11月14日,GET2017教育科技大会“领袖论坛”上,保利威视高级总监周鑫、云朵课堂CEO李磊、朗播网创始人杜昶旭、优才学院CEO伍星和皮影客创始人胥克谦就技术在教育中的场景化问题进行了一场圆桌讨论。

五位嘉宾分别讨论了三个有关技术应用的问题:

  • 目前技术和教学有哪些结合场景?这些场景教学目前有哪些成功案例?

  • 教育场景化过程中最大的挑战难点在哪里?

  • 按照目前技术的发展趋势,在未来教育领域中,更加看好哪种新技术的应用?

以下为圆桌论坛嘉宾发言实录:

圆桌主持:保利威视高级总监周鑫

圆桌嘉宾:云朵课堂CEO李磊、朗播网创始人杜昶旭、优才学院CEO伍星、皮影客创始人胥克谦

周鑫:非常高兴邀请四位嘉宾探讨“新技术在教育场景下的应用”。

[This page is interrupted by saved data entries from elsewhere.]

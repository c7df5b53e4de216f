"""The normal form's invariant curves on the explorer's surface of section, at its energy.

For an autonomous flow of two degrees of freedom with an elliptic equilibrium, the normal
form (:func:`phaselab.normal_form`) of a chosen order is computed once per parameter values
and order, at the elliptic equilibrium of lowest energy. Its curves on the section at ``E``:

* Birkhoff's form (no resonance ``k . omega = 0`` among the linear frequencies with
  ``|k_1| + |k_2| <= order``): the tori ``J`` on the normal form's energy shell
  ``nf.energy(J) = E``, one per split of the linear energy between the modes (shares
  ``(i + 1/2) / count`` of mode 1, solved by scipy's brentq), each drawn as its trace
  :meth:`~phaselab.NormalForm.invariant_curve` on the plane (which must fix a coordinate);
* a resonance met up to the order (e.g. 1:1 of Henon-Heiles), which Birkhoff's form cannot
  remove: the resonant form keeps the angle ``k . phi``, so the single actions are no longer
  conserved and a torus is not a fixed ``J``; ``m . J`` with ``m . k = 0`` is conserved, and
  its level lines over the window's points put on the shell ``H = E`` (read through
  :meth:`~phaselab.NormalForm.to_normal`) are the resonant form's tori, islands included.

Where the normal form stops holding (a torus whose points miss the model's ``H = E``, or
grid points where the form's own energy misses ``E``, by more than :data:`ENERGY_MISMATCH`
of ``E - E0``) nothing is drawn; with no torus left, or with the form's energy missing ``E``
by more than that at the median point of the window, the energy is refused as outside the
range where the curves exist. The curves are predictions, accurate to the order of the
transformation, to draw over computed orbits.
"""

from __future__ import annotations

from dataclasses import dataclass

import numpy as np

from phaselab.errors import ModelError, ParameterError
from phaselab.structures.equilibria import equilibria
from phaselab.structures.normal_forms import normal_form

#: orders offered by the control (degree in the distance from the equilibrium)
ORDERS = (4, 6, 8)
DEFAULT_ORDER = 6
DEFAULT_COUNT = 5
MAX_COUNT = 12
#: points along each torus's trace
POINTS = 240
#: points per side of the grid on which the conserved action is read
GRID = 161
#: largest |energy of the normal form - E| / (E - E0) at a grid point still used
ENERGY_MISMATCH = 0.05
#: relative size of k . omega below which the frequencies count as resonant
RESONANT = 1e-9
#: normal forms and equilibria kept (parameter values x orders)
KEEP = 24


@dataclass
class OverlayCurves:
    """Curves of one normal form on one section at one energy.

    Attributes
    ----------
    lines : list of ndarray, shape (m, 2)
        Polylines in the view's two axes (NaN rows where a torus misses the plane).
    states : list of ndarray, shape (m, 4)
        The same points as full states.
    levels : ndarray, shape (count,)
        Values of the conserved action ``m . J`` along each level (units of H times time).
    level_of : list of int
        The index in ``levels`` of each line (a level line may come in pieces).
    action : tuple of int
        ``m``, the action combination drawn.
    order : int
    resonance : tuple of int or None
        The resonance kept in the normal form, if any.
    equilibrium : ndarray, shape (4,)
    mismatch : float
        How far from ``E`` the curves are, relative to ``E - E0``: for tori the largest
        |H - E| of the model's H at their points; for level lines the median |energy of the
        normal form - E| at the grid points used.
    measured : str
        Which of the two ``mismatch`` is.
    """

    lines: list
    states: list
    levels: np.ndarray
    level_of: list
    action: tuple
    order: int
    resonance: tuple | None
    equilibrium: np.ndarray
    mismatch: float
    measured: str

    @property
    def label(self) -> str:
        """The words of the key: what the dashed lines are."""
        kind = "" if self.resonance is None else f" ({self.resonance[0]}:{-self.resonance[1]} resonant)"
        return f"normal form, order {self.order}{kind}"


def check_order(order) -> int:
    if order not in ORDERS:
        raise ParameterError(f"the normal-form order must be one of {', '.join(map(str, ORDERS))}, got {order!r}")
    return int(order)


def check_count(count) -> int:
    if isinstance(count, bool) or not isinstance(count, (int, np.integer)) or not 1 <= count <= MAX_COUNT:
        raise ParameterError(f"the count of normal-form curves must be a whole number from 1 to {MAX_COUNT}, "
                             f"got {count!r}")
    return int(count)


def find_resonance(omega, order: int):
    """The resonance ``k`` (``k_1 > 0``, ``|k_1| + |k_2| <= order``, smallest first) with
    ``k . omega = 0`` to :data:`RESONANT`, or None."""
    scale = float(np.max(np.abs(omega)))
    for total in range(1, order + 1):
        for k1 in range(1, total + 1):
            for k2 in sorted({total - k1, k1 - total}):
                if abs(k1 * omega[0] + k2 * omega[1]) <= RESONANT * scale:
                    return (k1, k2)
    return None


def conserved_action(resonance) -> tuple:
    """``m`` with ``m . k = 0`` (``(1, 0)`` without a resonance)."""
    if resonance is None:
        return (1, 0)
    k1, k2 = resonance
    return (-k2, k1) if k2 <= 0 else (k2, -k1)


class NormalFormOverlay:
    """Normal forms of one system, cached per (parameter values, order), and their curves.

    Parameters
    ----------
    system : Hamiltonian
        Autonomous, two degrees of freedom.
    """

    def __init__(self, system):
        self.system = system
        self._forms: dict = {}
        self._points: dict = {}

    def equilibrium(self, params):
        """The elliptic equilibrium of lowest energy at ``params`` (ModelError if none)."""
        key = tuple(sorted(params.items()))
        if key not in self._points:
            found = [e for e in equilibria(self.system, params=params) if e.stability == "elliptic"]
            if not found:
                raise ModelError("the system has no elliptic equilibrium here (at these parameters, in the "
                                 "search box), so there is no normal form to draw")
            if len(self._points) >= KEEP:
                self._points.clear()
            self._points[key] = min(found, key=lambda e: e.energy)
        return self._points[key]

    def normal_form(self, params, order):
        """The normal form of ``order`` at :meth:`equilibrium` (resonant when the linear
        frequencies are in resonance up to the order), computed once."""
        order = check_order(order)
        key = (tuple(sorted(params.items())), order)
        if key not in self._forms:
            at = self.equilibrium(params)
            linear = normal_form(self.system, at, 2, params=params)
            k = find_resonance(linear.omega, order)
            nf = normal_form(self.system, at, order, params=params, resonances=None if k is None else [k])
            if len(self._forms) >= KEEP:
                self._forms.clear()
            self._forms[key] = (nf, k)
        return self._forms[key]

    def curves(self, view, energy, params, order, count) -> OverlayCurves:
        """The normal form's curves on ``view`` (a SectionView) at ``energy``.

        Raises
        ------
        ModelError
            The view is not a section of a flow of two degrees of freedom, the system has no
            elliptic equilibrium, the normal form refuses, or ``energy`` lies outside the
            range where the normal form holds on this window.
        """
        count = check_count(count)
        if getattr(view, "kind", None) != "section" or self.system.dof != 2:
            raise ModelError("normal-form curves are drawn on sections of flows of two degrees of freedom")
        nf, k = self.normal_form(params, order)
        E0 = float(nf.energy0)
        if np.any(nf.omega <= 0):
            raise ModelError("the elliptic equilibrium is not a minimum of the energy (a mode of negative "
                             "energy): its energy shells are not closed around it")
        if not energy > E0:
            raise ModelError(f"E = {energy:.6g} is not above the elliptic equilibrium's energy {E0:.6g}: "
                             "no invariant curves at this energy")
        if view.ranges is None:
            view.fit_ranges(energy, params)
        if k is None:
            return _torus_curves(self.system, nf, view, energy, params, count)
        return _level_curves(nf, k, view, energy, params, count)


def shell_actions(nf, energy: float, share: float):
    """Actions ``J = r (share / omega_1, (1 - share) / omega_2)`` with ``nf.energy(J) = energy``
    (``share`` of the linear energy in mode 1), by scipy's brentq on ``r``; None when the
    normal form's energy does not reach ``energy`` along this direction."""
    from scipy.optimize import brentq

    d = np.array([share, 1.0 - share]) / nf.omega
    E0 = float(nf.energy0)

    def f(r):
        return float(nf.energy(r * d)) - energy

    hi = energy - E0
    for _ in range(12):
        if f(hi) > 0:
            return brentq(f, 0.0, hi, xtol=1e-15 * hi, rtol=1e-13) * d
        hi *= 1.5
    return None


def _torus_curves(system, nf, view, energy, params, count) -> OverlayCurves:
    """Birkhoff's form: the traces of the tori ``J`` on the energy shell (splits of the
    energy between the modes), from :meth:`~phaselab.NormalForm.invariant_curve`; a torus
    whose points miss ``H = E`` (the model's H) by more than :data:`ENERGY_MISMATCH` of
    ``E - E0`` is left out."""
    (name, value), = view.plane.items()
    if name not in nf.names[:nf.dof]:
        raise ModelError(f"normal-form curves need a plane fixing a coordinate ({', '.join(nf.names[:nf.dof])}), "
                         f"not {name}")
    cols = [view.names.index(a) for a in view.axis_names]
    E0 = float(nf.energy0)
    lines, states, levels, misses = [], [], [], []
    for share in (np.arange(count) + 0.5) / count:
        J = shell_actions(nf, energy, share)
        if J is None:
            continue
        curve = nf.invariant_curve(J, {name: value}, direction=view.sign, points=POINTS)
        good = curve[np.all(np.isfinite(curve), axis=1)]
        if len(good) < 3:
            continue
        miss = float(np.max(np.abs(system.energy(good, params=params) - energy)) / (energy - E0))
        if not miss <= ENERGY_MISMATCH:
            continue
        lines.append(curve[:, cols])
        states.append(curve)
        levels.append(J[0])
        misses.append(miss)
    if not lines:
        raise ModelError(f"E = {energy:.6g} is outside the range where the order-{nf.order} normal form's tori "
                         "hold (none meets the shell H = E closely); lower the energy or raise the order")
    return OverlayCurves(lines=lines, states=states, levels=np.array(levels), level_of=list(range(len(lines))), action=(1, 0), order=nf.order,
                         resonance=None, equilibrium=nf.equilibrium.copy(), mismatch=float(np.max(misses)),
                         measured="largest |H - E| on the curves (the model's H)")


def _level_curves(nf, k, view, energy, params, count) -> OverlayCurves:
    """A resonant form: level lines of ``m . J`` (``m . k = 0``) over the window's points on
    the shell, where the form's energy matches ``E`` to :data:`ENERGY_MISMATCH`."""
    (x0, x1), (y0, y1) = view.ranges
    x, y = np.linspace(x0, x1, GRID), np.linspace(y0, y1, GRID)
    X, Y = np.meshgrid(x, y)
    seeding = view.seeds(np.column_stack([X.ravel(), Y.ravel()]), energy, params)
    ok = np.asarray(seeding.valid, bool)
    if not ok.any():
        raise ModelError(f"the window holds no point of the energy shell at E = {energy:.6g}")
    J, phi = nf.to_normal(seeding.states[ok])
    E0 = float(nf.energy0)
    miss = np.abs(nf.energy(np.clip(J, 0.0, None), phi) - energy) / (energy - E0)
    trusted = np.isfinite(miss) & (miss <= ENERGY_MISMATCH)
    if trusted.sum() < 16 or not np.nanmedian(miss) <= ENERGY_MISMATCH:
        raise ModelError(f"E = {energy:.6g} is outside the range where the order-{nf.order} normal form holds "
                         f"(its energy misses E by {np.nanmedian(miss):.0%} at the median point of this section); "
                         "lower the energy or raise the order")
    m = conserved_action(k)
    values = np.full(X.size, np.nan)
    idx = np.nonzero(ok)[0][trusted]
    values[idx] = J[trusted] @ np.array(m, float)
    lo, hi = float(np.min(values[idx])), float(np.max(values[idx]))
    levels = lo + (hi - lo) * (np.arange(count) + 0.5) / count
    pieces = [(i, line) for i, v in enumerate(levels) for line in _contour(x, y, values.reshape(X.shape), v)]
    lines = [line for _, line in pieces]
    states = [view.seeds(line, energy, params).states for line in lines]
    return OverlayCurves(lines=lines, states=states, levels=levels, level_of=[i for i, _ in pieces], action=m, order=nf.order, resonance=k,
                         equilibrium=nf.equilibrium.copy(), mismatch=float(np.nanmedian(miss)),
                         measured="median |H - E| of the normal form's energy at the section's points")


def _contour(x, y, values, level) -> list:
    import contourpy

    gen = contourpy.contour_generator(x, y, np.ma.masked_invalid(values), line_type=contourpy.LineType.Separate)
    return [np.asarray(piece, dtype=float) for piece in gen.lines(level) if len(piece) > 2]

四位嘉宾都是在线教育行业非常资深的创业家、企业家,今天我们首先要谈的第一个问题是:

目前技术和教学有哪些结合场景?这些场景教学目前有哪些成功案例?

李磊:我们提供在线教育平台,核心解决的问题是在线教育机构在教学运营过程中的场景问题。我们所有的产品都是基于场景化去设计的。举两个例子,在教学过程中我们常常会遇到这样一个问题,就是在招生时,假如做会计培训,想卖一个课程,这个课程是3个子课,市场价格是3000块钱,在招生时我们不会推一个课程,常规的办法会推2个甚至3-5个课程,为什么这么推?我们主推的是3000块钱,在这3000块钱课程里所有的课程都讲,但2000块钱和1000块钱可能只讲其中的一部分。招生过程中是有倾向性的,而结果是高净值。这时问题来了,推的1000块钱的课程,但只招了10个人,为这10个人开一个班吗?一个老师讲这10个人的课程,连成本都控制不住。

我们在技术上做了这样的事情,把课程单元拆成每一次课,我们称之为“课次”,在课程售卖时我们可以拿任意的课次做组合,最终达到的效果是合班上课。比如你是买的多少钱课程,到你的课程表时,你的学习表里就会自动显示你要上的课程,可以达到一个老师讲一遍这个课程,所有的学生都可以覆盖掉,这是个非常简单的技术,但能够节省教育机构很多成本。

再说一个场景是基于做题,题库是规模稍微大点的公司都会做的东西,因为它有效提高学生学习的路径,以及提高对知识点的掌握程度。做题时我们分场景大约能够想到七八个场景,第一个叫“随堂练习”,在课堂上随机练习,在视频课某个知识点讲完后,推出几道知识点相关的题去做,这叫随机练习。还有课后练习、章节测试,这是基于课堂场景的。课堂场景之外基于大型题库,让大家不断去做刷题,或者模拟真题、模拟考试。把题这件事情分成了七八个场景。

例如在刷题这个场景里,我们做了智能化的技术手段,例如自适应学习,基于每个人学习的东西应该不一样,因为每个人所掌握的知识点不一样。我们推出一套刷题,点一下按钮就出30道题,但这30道题对每个人都不一样。因为我们一套卷子里你之前错题比例有20%,新知识点可能占50%,还有一部分是之前做过的错误率相对高的知识点但后面做对的题,抽出来10%做这样的题。基于这个算法,推给每个学生,做题时都不一样,是最适合自己的。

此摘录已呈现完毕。